In einer neuen Studie will das Gießener Transmit-Institut die Menschen in den Blick nehmen, die sich in Heimen und Krankenhäusern um schwerkranke und sterbende Bewohner kümmern.

Mit seinen sogenannten  Gießener Sterbe-Studien hatte das Transmit-Institut unter der Leitung des Organisationswissenschaftlers Prof. Wolfgang George sich bereits mit der Versorgungsqualität von schwerst- und sterbenskranken Menschen in Pflegeheimen, Krankenhäusern und Hospizen beschäftigt. Gerade die Heime hatten eher schlecht abgeschnitten.

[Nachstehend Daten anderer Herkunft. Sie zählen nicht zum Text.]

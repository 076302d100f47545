"""`--mass`: what it cannot be, and what goes before it."""

from __future__ import annotations

import subprocess
import sys
from pathlib import Path

SAMPLES = Path(__file__).resolve().parent.parent / "sample_logs"


def scan(mass: str) -> subprocess.CompletedProcess[str]:
    log, fleet = SAMPLES / "zz-nma" / "nma-0902.csv", SAMPLES / "fleet.yaml"
    command = [sys.executable, "-m", "exceed", "scan", str(log), "--fleet", str(fleet), "--mass", mass]
    return subprocess.run(command, capture_output=True, text=True, check=False)


def test_a_mass_below_the_empty_mass_is_refused():
    done = scan("2 kg")
    assert done.returncode == 3
    assert "--mass 2 kg is less than the empty mass of 640 kg" in done.stdout


def test_a_loading_sheet_goes_before_it_and_that_is_said():
    done = scan("900 kg")
    assert done.returncode == 0
    assert "--mass is not used for flight 1: the loading sheet goes before it" in done.stdout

Nun nimmt das Forscher-Team die Situation der Mitarbeiter in den Blick, die für die Betreuung Sterbender zuständig sind. In der neuen Studie sollen nähere Informationen zu ihrer beruflichen Sozialisation gewonnen werden. Damit verbunden ist auch das Ziel, Empfehlungen zu entwickeln, wie die berufliche Identitätsbildung der Helfenden bestmöglich unterstützt werden kann. Die Studienergebnisse sollen beim 5. Gießener Kongress am 20. November 2017 präsentiert werden.